I believe that garlic is one of the simplest vegetables to grow in your garden during winter. I also believe that once you have had fresh grown garlic in your own garden you will not buy garlic from the supermarket or green grocer ever again unless it is organic and local. Never again will I eat rubbery garlic without any flavour imported from a foreign country.
You can grow it too. Growing your own garlic is simple, easy and very low maintenance.
Planting is also easy. In my climate zone, (heat zone 4, cold zone 10), I plant just after the first full moon in March or April. I find that the soil is still just warm enough so that the garlic shoots quickly and gets a good start. Take a decent sized garlic bulb, either from your seed provider or organic grocer and pull off the individual cloves. Only use the fattest cloves, as these will give you the largest bulbs. Use the smaller inside cloves in your next meal. This year I planted 5 bulbs of soft and hardneck garlic, and as recommended above, only the largest cloves.
Planting Garlic
When preparing the bed for planting, don’t add any fertiliser to the bed if you did so in the summer. You will get more leaves and smaller bulbs. Plant the garlic in a bed that you had a very hungry crop before hand, like Brassica or tomatoes.
Make a hole with your dibber (I use a bit of old sawn off broom handle) about 2″ deep (5 cm) and then place each clove in the hold pointy end facing upwards. Plant them about 6″ (15cm) apart, so that you get good-sized bulbs. The closer they are to each other the smaller the bulbs.
Fertilize Your Garlic
Around mid winter, I apply a couple of handfuls of blood and bone fertiliser to the bed and water in. This gives them a boost as they are beginning to form the bulbs just before the start of spring. This is what they look like after about a month and a half.
Harvesting Your Garlic
In late spring (depending on your heat zone) the big stalks start to go yellow and fall over. This is the sign that your garlic is ready to harvest. So come harvest time this is what you should see in the bed.

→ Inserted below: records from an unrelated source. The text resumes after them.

package maps

import (
	"context"
	"math"
	"testing"

	"kerrscope/render/pixels"
	"kerrscope/scene"
)

// TestOrientationMarksFollowTheFrame checks the orientation marks against
// the rendered frame itself, for observers above (θo < 90°) and below
// (θo > 90°) the disk and both spin directions:
//
//   - the approaching side is at α < 0: the mean redshift factor g of the
//     first image is larger there than at α > 0 (Doppler boosting of gas
//     moving towards the observer; Cunningham & Bardeen 1973, ApJ 183, 237);
//   - the near side of the disk is found from the image: along α ≈ 0 the
//     r = 10 M isoradial lies closer to the hole on the near side than on
//     the far side, whose light is bent up over the hole (Luminet 1979,
//     A&A 75, 228); the far side must be at β > 0 exactly when θo < 90°,
//     as it is when β is the projected +z axis that the straight arrow
//     follows;
//   - the curved arrow turns counter-clockwise (positive signed area)
//     for θo < 90° and clockwise for θo > 90°, and at its leftmost point,
//     on the approaching side, it runs towards the near side, i.e.
//     towards the observer.
func TestOrientationMarksFollowTheFrame(t *testing.T) {
	for _, c := range []struct{ a, inc float64 }{{0.5, 60}, {0.5, 120}, {-0.5, 45}, {0, 150}} {
		s := scene.Default()
		s.Hole.Spin, s.Observer.InclinationDeg = c.a, c.inc
		s.Screen.Width, s.Screen.Height = 120, 120
		s.Output.OrientationMarks = true
		r, err := s.Resolve()
		if err != nil {
			t.Fatal(err)
		}
		f, err := pixels.Render(context.Background(), r, nil, pixels.KeepR|pixels.KeepG)
		if err != nil {
			t.Fatal(err)
		}
		var sum [2]float64
		var n [2]int
		for k := 0; k < f.W*f.H; k++ {
			g := float64(f.FirstSeenAt(f.G, k))
			if math.IsNaN(g) {
				continue
			}
			side := 0
			if pixels.PixelAlpha(r, k%f.W) > 0 {
				side = 1
			}
			sum[side] += g
			n[side]++
		}
		left, right := sum[0]/float64(n[0]), sum[1]/float64(n[1])
		if !(left > right) {
			t.Errorf("%+v: mean g %.4f at α < 0, %.4f at α > 0: the approaching side is not at α < 0", c, left, right)
		}

		// The r = 10 isoradial along the column nearest α = 0.
		col := 0
		for i := range f.W {
			if math.Abs(pixels.PixelAlpha(r, i)) < math.Abs(pixels.PixelAlpha(r, col)) {
				col = i
			}
		}
		up, down := math.NaN(), math.NaN()
		for j := range f.H {
			beta := pixels.PixelBeta(r, j)
			if v := float64(f.R[0][j*f.W+col]); v >= 10 { // the direct image (n = 0)
				if beta > 0 && (math.IsNaN(up) || beta < up) {
					up = beta
				}
				if beta < 0 && (math.IsNaN(down) || beta > down) {
					down = beta
				}
			}
		}
		if math.IsNaN(up) || math.IsNaN(down) {
			t.Fatalf("%+v: the r = 10 isoradial is not in the window along α = 0 (β %v, %v)", c, up, down)
		}
		nearSign := -1.0 // the near side is below the hole
		if up < -down {
			nearSign = 1
		}
		if farUp := nearSign < 0; farUp != (c.inc < 90) {
			t.Errorf("%+v: r = 10 at β = %.3g and %.3g: the far side is at β > 0: %v", c, up, down, farUp)
		}

		marks := OrientationMarks(f)
		if len(marks) != 4 {
			t.Fatalf("%+v: %d marks, want the spin axis, the orbit and the compass", c, len(marks))
		}
		axis, orbit := marks[0], marks[1]
		p0, p1 := axis.Points[0], axis.Points[len(axis.Points)-1]
		if p0 != [2]float64{0, 0} || p1[0] != 0 || !(p1[1] > 0) {
			t.Errorf("%+v: axis arrow from %v to %v, want from the hole along +β", c, p0, p1)
		}
		switch {
		case c.a > 0 && (axis.Label != "spin axis" || axis.Note != ""):
			t.Errorf("%+v: axis labelled %q, %q", c, axis.Label, axis.Note)
		case c.a < 0 && axis.Note != "hole counter-rotating":
			t.Errorf("%+v: axis labelled %q, %q; want the counter-rotation note", c, axis.Label, axis.Note)
		case c.a == 0 && axis.Note != "":
			t.Errorf("%+v: axis noted %q for a hole without spin", c, axis.Note)
		}
		area := 0.0 // shoelace, closing the arc through its gap
		pts := orbit.Points
		for i := range pts {
			q, p := pts[i], pts[(i+1)%len(pts)]
			area += q[0]*p[1] - p[0]*q[1]
		}
		if ccw := area > 0; ccw != (c.inc < 90) {
			t.Errorf("%+v: orbit arrow counter-clockwise: %v (signed area %.3g)", c, ccw, area/2)
		}
		lm := 0
		for i, p := range pts {
			if p[0] < pts[lm][0] {
				lm = i
			}
		}
		if lm == 0 || lm == len(pts)-1 {
			t.Fatalf("%+v: the orbit arrow's leftmost point is an end", c)
		}
		if dBeta := pts[lm+1][1] - pts[lm-1][1]; !(dBeta*nearSign > 0) {
			t.Errorf("%+v: at α < 0 the orbit arrow moves by dβ = %.3g, not towards the near side (β sign %v)", c, dBeta, nearSign)
		}
	}
}

// TestSkyCompass checks the compass against the sky offsets of
// scene.SkyOffset (the WCS's rotation, read back by astropy in
// render/outputs): its N arrow points due north and its E arrow due east,
// at any position angle, inside the window.
func TestSkyCompass(t *testing.T) {
	for _, pa := range []float64{0, 37, 90, 180, -127.5, 300} {
		marks := skyCompass(pa, -10, 14, -8, 8)
		if len(marks) != 2 || marks[0].Label != "N" || marks[1].Label != "E" {
			t.Fatalf("PA %v: marks %+v", pa, marks)
		}
		for i, want := range [][2]float64{{0, 1}, {1, 0}} { // (east, north)
			p, q := marks[i].Points[0], marks[i].Points[1]
			e, n := scene.SkyOffset(q[0]-p[0], q[1]-p[1], pa)
			l := math.Hypot(e, n)
			if math.Abs(e/l-want[0]) > 1e-12 || math.Abs(n/l-want[1]) > 1e-12 {
				t.Errorf("PA %v: %s arrow points (east %.3g, north %.3g), want %v", pa, marks[i].Label, e/l, n/l, want)
			}
			for _, pt := range append(marks[i].Points, marks[i].LabelAt) {
				if pt[0] < -10 || pt[0] > 14 || pt[1] < -8 || pt[1] > 8 {
					t.Errorf("PA %v: %s arrow point %v outside the window", pa, marks[i].Label, pt)
				}
			}
		}
	}
}
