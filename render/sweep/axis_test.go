package sweep

import (
	"math"
	"strings"
	"testing"
)

// Bookkeeping: the values of every spacing.
func TestSpacing(t *testing.T) {
	cases := []struct {
		spec     string
		from, to float64
		n        int
	}{
		{"spin=0.5:0.999999:60:log1m", 0.5, 0.999999, 60},
		{"spin=0.9:0.999999:7:log1m", 0.9, 0.999999, 7},
		{"spin=0.999999999:-0.5:9:log1m", 0.999999999, -0.5, 9},
		{"spin=0.5:0.9999999999999:2000:log1m", 0.5, 0.9999999999999, 2000},
		{"inclination=20:80:4", 20, 80, 4},
		{"observer.inclination_deg=80:20:13:linear", 80, 20, 13},
		{"index=1.5:6:11:log", 1.5, 6, 11},
		{"line=0.1:100:5:log", 0.1, 100, 5},
		{"spin=-0.3:0.3:3", -0.3, 0.3, 3},
		{"spin=0.7:0.7:1", 0.7, 0.7, 1},
		{"field-radial=0:1:5", 0, 1, 5},
		{"polarisation.field_vertical=-1:1:3", -1, 1, 3},
		{"pol-fraction=0.1:0.7:4", 0.1, 0.7, 4},
	}
	for _, c := range cases {
		a, err := ParseAxis(c.spec)
		if err != nil {
			t.Fatalf("%s: %v", c.spec, err)
		}
		v, err := a.Values()
		if err != nil {
			t.Fatalf("%s: %v", c.spec, err)
		}
		if len(v) != c.n || v[0] != c.from || v[len(v)-1] != c.to {
			t.Errorf("%s: %d values from %v to %v", c.spec, len(v), v[0], v[len(v)-1])
		}
		for k := 1; k < len(v); k++ {
			if (c.to > c.from && !(v[k] > v[k-1])) || (c.to < c.from && !(v[k] < v[k-1])) {
				t.Errorf("%s: not strictly monotonic at %d: %v, %v", c.spec, k, v[k-1], v[k])
			}
		}
		if a.Spacing == Log1m {
			for k, x := range v {
				if !(x < 1) {
					t.Errorf("%s: value %d = %v is not below 1", c.spec, k, x)
				}
			}
		}
		// Equal steps in the spacing's own coordinate.
		if c.n > 2 {
			for k, x := range v {
				want := float64(k) / float64(c.n-1)
				if a.Spacing == Log1m && 1-x < 1e-10 {
					continue // 1 − v keeps too few digits there to place it finely
				}
				if p := a.Position(x); math.Abs(p-want) > 1e-5 { // 1 − v near 1 keeps few digits
					t.Errorf("%s: value %d at position %v, want %v", c.spec, k, p, want)
					break
				}
			}
		}
	}
	// log1m: 1 − a is log-spaced, 0.9 → 0.999999 in 6 steps is 1 − 10^−k.
	a, _ := ParseAxis("spin=0.9:0.999999:6:log1m")
	v, _ := a.Values()
	for k, x := range v {
		if want := 1 - math.Pow(10, -float64(k+1)); x != want {
			t.Errorf("log1m value %d = %v, want %v", k, x, want)
		}
	}
}

// Bookkeeping: malformed and out-of-range axes are refused with a reason.
func TestParseAxisRefuses(t *testing.T) {
	cases := []struct{ spec, want string }{
		{"spin", "KEY=FROM:TO:COUNT"},
		{"spin=0.5:0.9", "FROM:TO:COUNT"},
		{"spin=0.5:0.9:3:log:x", "FROM:TO:COUNT"},
		{"colour=1:2:3", "unknown scene value"},
		{"width=32:64:3", "does not take a real number"},
		{"orders=1:3:3", "does not take a real number"},
		{"emissivity=1:2:2", "does not take a real number"},
		{"transparent=0:1:2", "does not take a real number"},
		{"fov=10:20:3", "field of view"},
		{"emin=1:2:3", "energy range"},
		{"spin=a:0.9:3", "not a finite number"},
		{"spin=NaN:0.9:3", "not a finite number"},
		{"spin=0.1:Inf:3", "not a finite number"},
		{"spin=0.1:0.9:x", "whole number"},
		{"spin=0.1:0.9:0", "between 1 and"},
		{"spin=0.1:0.9:-4", "between 1 and"},
		{"spin=0.1:0.9:1000000", "between 1 and"},
		{"spin=0.1:0.9:3:cubic", "unknown spacing"},
		{"spin=0:0.9:3:log", "positive ends"},
		{"spin=-0.5:0.9:3:log", "positive ends"},
		{"spin=0.5:1:3:log1m", "below 1"},
		{"spin=1.5:0.9:3:log1m", "below 1"},
		{"spin=0.5:0.5:3", "count of 1"},
		{"spin=0.5:0.6:1", "a count of 1 needs"},
		{"spin=0.5:0.50000000000000001:3", "count of 1"},
		{"spin=0.5:0.5000000000000002:9", "too close"},
	}
	for _, c := range cases {
		a, err := ParseAxis(c.spec)
		if err == nil {
			_, err = a.Values()
		}
		if err == nil || !strings.Contains(err.Error(), c.want) {
			t.Errorf("%s: got %v, want an error with %q", c.spec, err, c.want)
		}
	}
	// Flag names and scene keys name the same value.
	a, err1 := ParseAxis("inclination=10:20:2")
	b, err2 := ParseAxis("observer.inclination_deg=10:20:2")
	if err1 != nil || err2 != nil || a != b || a.Key != "observer.inclination_deg" {
		t.Errorf("%+v %v, %+v %v", a, err1, b, err2)
	}
	if s := a.String(); s != "observer.inclination_deg=10:20:2:linear" {
		t.Errorf("String %q", s)
	}
}

// Bookkeeping: shard syntax and that shards partition the frames.
func TestShard(t *testing.T) {
	for _, bad := range []string{"", "3", "0/4", "5/4", "-1/4", "1/0", "a/b", "1/4/2", "1/1000000"} {
		if _, err := ParseShard(bad); err == nil {
			t.Errorf("%q accepted", bad)
		}
	}
	const n, frames = 4, 23
	count := make([]int, frames)
	for k := 1; k <= n; k++ {
		s, err := ParseShard(" " + string(rune('0'+k)) + "/4 ")
		if err != nil {
			t.Fatal(err)
		}
		if s.ManifestName() != "sweep-shard-"+string(rune('0'+k))+"-of-4.json" {
			t.Errorf("manifest name %q", s.ManifestName())
		}
		for i := range count {
			if s.Owns(i) {
				count[i]++
			}
		}
	}
	for i, c := range count {
		if c != 1 {
			t.Errorf("frame %d owned by %d shards", i, c)
		}
	}
}

// Bookkeeping: two-sided rounding of the chosen scales.
func TestRoundSig(t *testing.T) {
	cases := []struct {
		x    float64
		up   bool
		want float64
	}{
		{1.2532, true, 1.3}, {1.3, true, 1.3}, {0.0052191, false, 0.0052}, {0.41, false, 0.41},
		{0.16191, true, 0.17}, {987, true, 990}, {999.1, true, 1000}, {12345, false, 12000},
	}
	for _, c := range cases {
		if got := roundSig(c.x, c.up); got != c.want {
			t.Errorf("roundSig(%v, %v) = %v, want %v", c.x, c.up, got, c.want)
		}
	}
}
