function crossings(rep, all) {
  const u = state.stage ? state.stage.uas_per_m : 0;
  let h = `<div class="coords"><b>α</b><span>${fmt(rep.alpha, 6)} M${u ? "   " + fmt(rep.alpha * u, 5) + " µas" : ""}</span>` +
    `<b>β</b><span>${fmt(rep.beta, 6)} M${u ? "   " + fmt(rep.beta * u, 5) + " µas" : ""}</span>`;
  if (all) h += `<b>λ, η</b><span>${fmt(rep.lambda, 7)} M, ${fmt(rep.eta, 7)} M²</span>`;
  h += `</div>`;
  const lit = rep.crossings.find((c) => c.g !== null);
  h += lit
    ? `<div class="fate">light from the disk at n = ${lit.order} (r = ${fmt(lit.r, 5)} M); traced on, the path ends at <b>${esc(rep.fate)}</b></div>`
    : `<div class="fate">no disk here; traced back, the photon comes from <b>${esc(rep.fate)}</b></div>`;
  if (!rep.crossings.length) return h + `<p class="hint">It never crosses the equatorial plane.</p>`;
  h += `<table><tr><th class="l">n</th><th>r [M]</th><th>g</th>` +
    (all ? `<th>delay [M]</th><th>Δφ [rad]</th><th class="l">moving</th>` : `<th class="l">lands</th>`) + `</tr>`;
  for (const c of rep.crossings) {
    const on = c.g !== null;
    h += `<tr class="${on ? "" : "off"}"><td class="l">${c.order}</td><td>${fmt(c.r, 6)}</td><td>${on ? c.g.toFixed(5) : "–"}</td>`;
    h += all ? `<td>${fmt(c.time_delay, 6)}</td><td>${fmt(c.delta_phi, 5)}</td><td class="l">${c.outbound ? "outward" : "inward"}</td>`
      : `<td class="l">${on ? "on disk" : "off disk"}</td>`;
    h += `</tr>`;
  }
  return h + `</table>`;
}

// ---------------------------------------------------------------- keys and plots

function drawKey(l) {
  $("key-label").textContent = l ? l.label : "";
  const body = $("key-body");
  body.innerHTML = "";
  body.className = "key-body";
  if (!l) return;
  if (l.ramp) {
    const r = document.createElement("canvas");
    r.className = "ramp"; r.width = l.ramp.length; r.height = 1;
    r.style.width = "100%"; r.style.display = "block";
    const g = r.getContext("2d");
    l.ramp.forEach((c, i) => { g.fillStyle = c; g.fillRect(i, 0, 1, 1); });
    body.appendChild(r);
    for (const t of l.ticks || []) {
      const d = document.createElement("span");
      d.className = "tick"; d.style.left = (t.t * 100) + "%"; d.textContent = t.label;
      body.appendChild(d);
    }
    return;
  }
  body.className = "key-body swatches";
  for (const s of l.swatches) {
    const d = document.createElement("span");
    d.className = "swatch";
    const sw = document.createElement("i");
    sw.style.background = s.color;
    d.appendChild(sw);
    d.appendChild(document.createTextNode(s.label));
    body.appendChild(d);
  }
}

function drawSpectrum(s) {
  const c = $("spectrum"), g = c.getContext("2d");
  g.clearRect(0, 0, c.width, c.height);
  if (!s) return;
  const L = 48, R = 10, T = 10, B = 34, W = c.width - L - R, H = c.height - T - B;
  const e0 = s.energy_kev[0], e1 = s.energy_kev[s.energy_kev.length - 1];
  let top = 0;
  for (const v of s.total) top = Math.max(top, v);
  if (!(top > 0)) top = 1;
  const X = (e) => L + (e - e0) / (e1 - e0) * W, Y = (v) => T + H - v / top * H;
  g.strokeStyle = "#5a5a5a"; g.lineWidth = 1; g.strokeRect(L - 0.5, T - 0.5, W + 1, H + 1);
  g.fillStyle = "#333"; g.font = "11px 'kerrscope mono', monospace"; g.textAlign = "center"; g.textBaseline = "top";
  for (const e of niceTicks(e0, e1, 6)) { g.fillRect(X(e), T + H, 1, 4); g.fillText(fmt(e, 3), X(e), T + H + 6); }
  g.font = "12px kerrscope, sans-serif"; g.fillText("observed energy E [keV]", L + W / 2, T + H + 19);
  g.save(); g.translate(11, T + H / 2); g.rotate(-Math.PI / 2); g.textBaseline = "middle";
  g.fillText(s.physical ? "photons cm⁻² s⁻¹ keV⁻¹" : "flux per keV (relative)", 0, 0); g.restore();
  // rest energy of the line
  g.strokeStyle = "#999"; g.setLineDash([3, 3]);
  g.beginPath(); g.moveTo(X(s.line_kev), T); g.lineTo(X(s.line_kev), T + H); g.stroke(); g.setLineDash([]);
  const line = (v, color, width) => {
    g.strokeStyle = color; g.lineWidth = width; g.beginPath();
    v.forEach((y, i) => { const x = X(s.energy_kev[i]); i ? g.lineTo(x, Y(y)) : g.moveTo(x, Y(y)); });
    g.stroke();
  };
  if (s.orders.length > 1) s.orders.forEach((o, n) => { if (n > 0) line(o, s.order_colors[n], 1.2); });
  line(s.total, "#222", 1.6);
  const key = $("spectrum-key");
  key.innerHTML = "";
  const item = (color, label, dashed) => {
    const d = document.createElement("span");
    const i = document.createElement("i");
    i.style.borderTopColor = color;
    if (dashed) i.className = "dashed";
    d.appendChild(i); d.appendChild(document.createTextNode(label));
    key.appendChild(d);
  };
  item("#222", "all orders");
  for (let n = 1; n < s.orders.length; n++) item(s.order_colors[n], `n = ${n}`);
  item("#999", `rest energy ${fmt(s.line_kev, 4)} keV`, true);
}

function drawBand(st) {
  const p = $("band-panel");
  if (!st.band) { p.hidden = true; return; }
  p.hidden = false;
  const b = st.band;
  let h = `<div class="coords"><b>radii</b><span>${fmt(b.r_min, 5)} – ${fmt(b.r_max, 5)} M</span>` +
    `<b>flux</b><span>${fmt(100 * b.flux_fraction, 4)} % of the view's line flux</span>` +
    `<b>area</b><span>${fmt(b.area_m2, 5)} M²</span></div>`;
  h += `<table><tr><th class="l">n</th><th>pixels</th><th>flux %</th><th>escaping M²</th><th>captured M²</th></tr>`;
  for (const o of b.orders) {
    h += `<tr><td class="l">${o.order}</td><td>${o.pixels}</td><td>${fmt(100 * b.flux_fraction_per_order[o.order], 4)}</td>` +
      `<td>${fmt(o.escaping.area_m2, 4)}</td><td>${fmt(o.captured.area_m2, 4)}</td></tr>`;
  }
  $("band").innerHTML = h + `</table>`;
}

// ---------------------------------------------------------------- keeping views

async function post(url, body) {
  const resp = await fetch(url, { method: "POST", headers: { "Content-Type": "application/json" }, body: JSON.stringify(body) });
  return [resp.ok, await resp.json()];
}

function fileNote(text, bad) {
  $("files").className = bad ? "files bad" : "files";
  $("files").textContent = text;
}

async function save() {
  const [ok, body] = await post("/api/save", { params: readParams(), name: $("name").value });
  if (!ok) { fileNote(body.error, true); return; }
  fileNote("wrote " + body.path, false);
}

async function render() {
  const [ok, body] = await post("/api/render", { params: readParams(), name: $("name").value });
  if (!ok) { fileNote(body.error, true); return; }
  $("render").disabled = true;
  $("progress").hidden = false;
  fileNote("rendering into " + body.folder + " …", false);
  const poll = async () => {
    const st = await (await fetch("/api/render")).json();
    $("progress-fill").style.width = (st.total ? 100 * st.rows / st.total : 0) + "%";
    if (st.state === "running") { setTimeout(poll, 250); return; }
    $("render").disabled = false;
    if (st.state === "failed") { fileNote(st.error, true); return; }
    fileNote(`${st.folder}  (${st.photons.toLocaleString("en")} photons, ${st.seconds.toFixed(1)} s)\n` + st.files.join("\n"), false);
  };
  poll();
}

start();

Note that the tops are falling over and going yellow. This is the sign that they are ready to harvest.
This is the bed after the harvest. Make sure you find them all. Last year I missed some and they grew again in Autumn. I pulled them and put them in my designated garlic patch for this season. They grew very well.
Hardening the Bulbs
Here is the harvested garlic laid out on a big towel on my deck. It has been so wet of late that I even picked the green topped ones, because I was afraid that the entire crop would rot in the ground. The deck was the only dry place and elevated place I had outdoors. Every other place has a small creek flowing through it as some time or another.
Needless to say, there are some bloody big bulbs of garlic this year due to all the rain we have had.
Some almost as big as my hand. These garlic are not, I repeat not Russian Elephant garlic, which is really a form of leek. These are normal everyday purple garlic that I saved from last years crop.
Storing Garlic
As I mentioned, garlic is easy, maintenance free and simple to grow over the Australian autumn, winter and spring. When harvested in spring, once dry, it will last until late winter the next year before trying to sprout again. That is of course unless you eat it all first.
Garlic is easy to store. Check out this post titled How To Store Garlic for further details.
Happy growing and harvesting!
Hi Gavin, nice garlic crop. Can you please do a follow post showing what to do with the garlic next? How do you clean off all the dirt, how do you dry, best way to store, that kind of thing.
*sigh* Gavin I have garlic envy. Just working on a little rant, I mean post about garlic at the moment.
Enjoy that garlicky goodness.
Bloody hell Gavin, you have lined them all up so straight on that table! Why am I sooooo rebellious?
Mine are ready to pull up too but a friend of mine here in Tasmania planted 800 this year!I thought I was doing well to be harvesting 100.
I can’t watch that video you put on…. thank goodness I brought a paddle for when we are all up sh** creek.
This is a terrific site Gavin. I’m anxious to get back in to the garden again. I can’t wait to read more, especially about the solar savings. Thanks!
Your many gardening ideas are so inspiring to me. I love trying new ways of gardening.Gardening and improving my methods is my passion. Thanks for sharing on so many different topics.